def _reaches(matrix, rhs, slack, low, high, vertex: list[int]) -> bool:
    """Whether some point of the box meets the equalities with every column of nonzero slack
    at the end its slack points to (so that the left side takes the dual's value there).

    Columns of zero slack may take any value in their range. When each of them appears in
    one equality at most, the equalities are met exactly when each one's remainder lies in
    the range its free columns can reach; otherwise the free columns other than the vertex's
    are set to their lower ends and the vertex's solved for.
    """
    free = [j for j, s in enumerate(slack) if s == 0]
    point = [hi if s > 0 else lo for s, lo, hi in zip(slack, low, high)]
    fixed = [j for j, s in enumerate(slack) if s != 0]
    remainders = [r - sum(row[j] * point[j] for j in fixed) for row, r in zip(matrix, rhs)]
    if all(sum(1 for row in matrix if row[j]) <= 1 for j in free):
        for row, remainder in zip(matrix, remainders):
            terms = [(row[j] * low[j], row[j] * high[j]) for j in free if row[j]]
            if not sum(min(t) for t in terms) <= remainder <= sum(max(t) for t in terms):
                return False
        return True
    rest = [j for j in free if j not in vertex]
    solved = _solve([[row[j] for j in vertex] for row in matrix],
                    [r - sum(row[j] * low[j] for j in rest)
                     for row, r in zip(matrix, remainders)])
    return solved is not None and all(low[j] <= v <= high[j] for j, v in zip(vertex, solved))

------------------------------------

#### Your task
Whatever else the listing above holds, retype exactly only the lines from the one containing "remainders = [r" to the one containing "return True", both ends kept.

#### Reply
    remainders = [r - sum(row[j] * point[j] for j in fixed) for row, r in zip(matrix, rhs)]
    if all(sum(1 for row in matrix if row[j]) <= 1 for j in free):
        for row, remainder in zip(matrix, remainders):
            terms = [(row[j] * low[j], row[j] * high[j]) for j in free if row[j]]
            if not sum(min(t) for t in terms) <= remainder <= sum(max(t) for t in terms):
                return False
        return True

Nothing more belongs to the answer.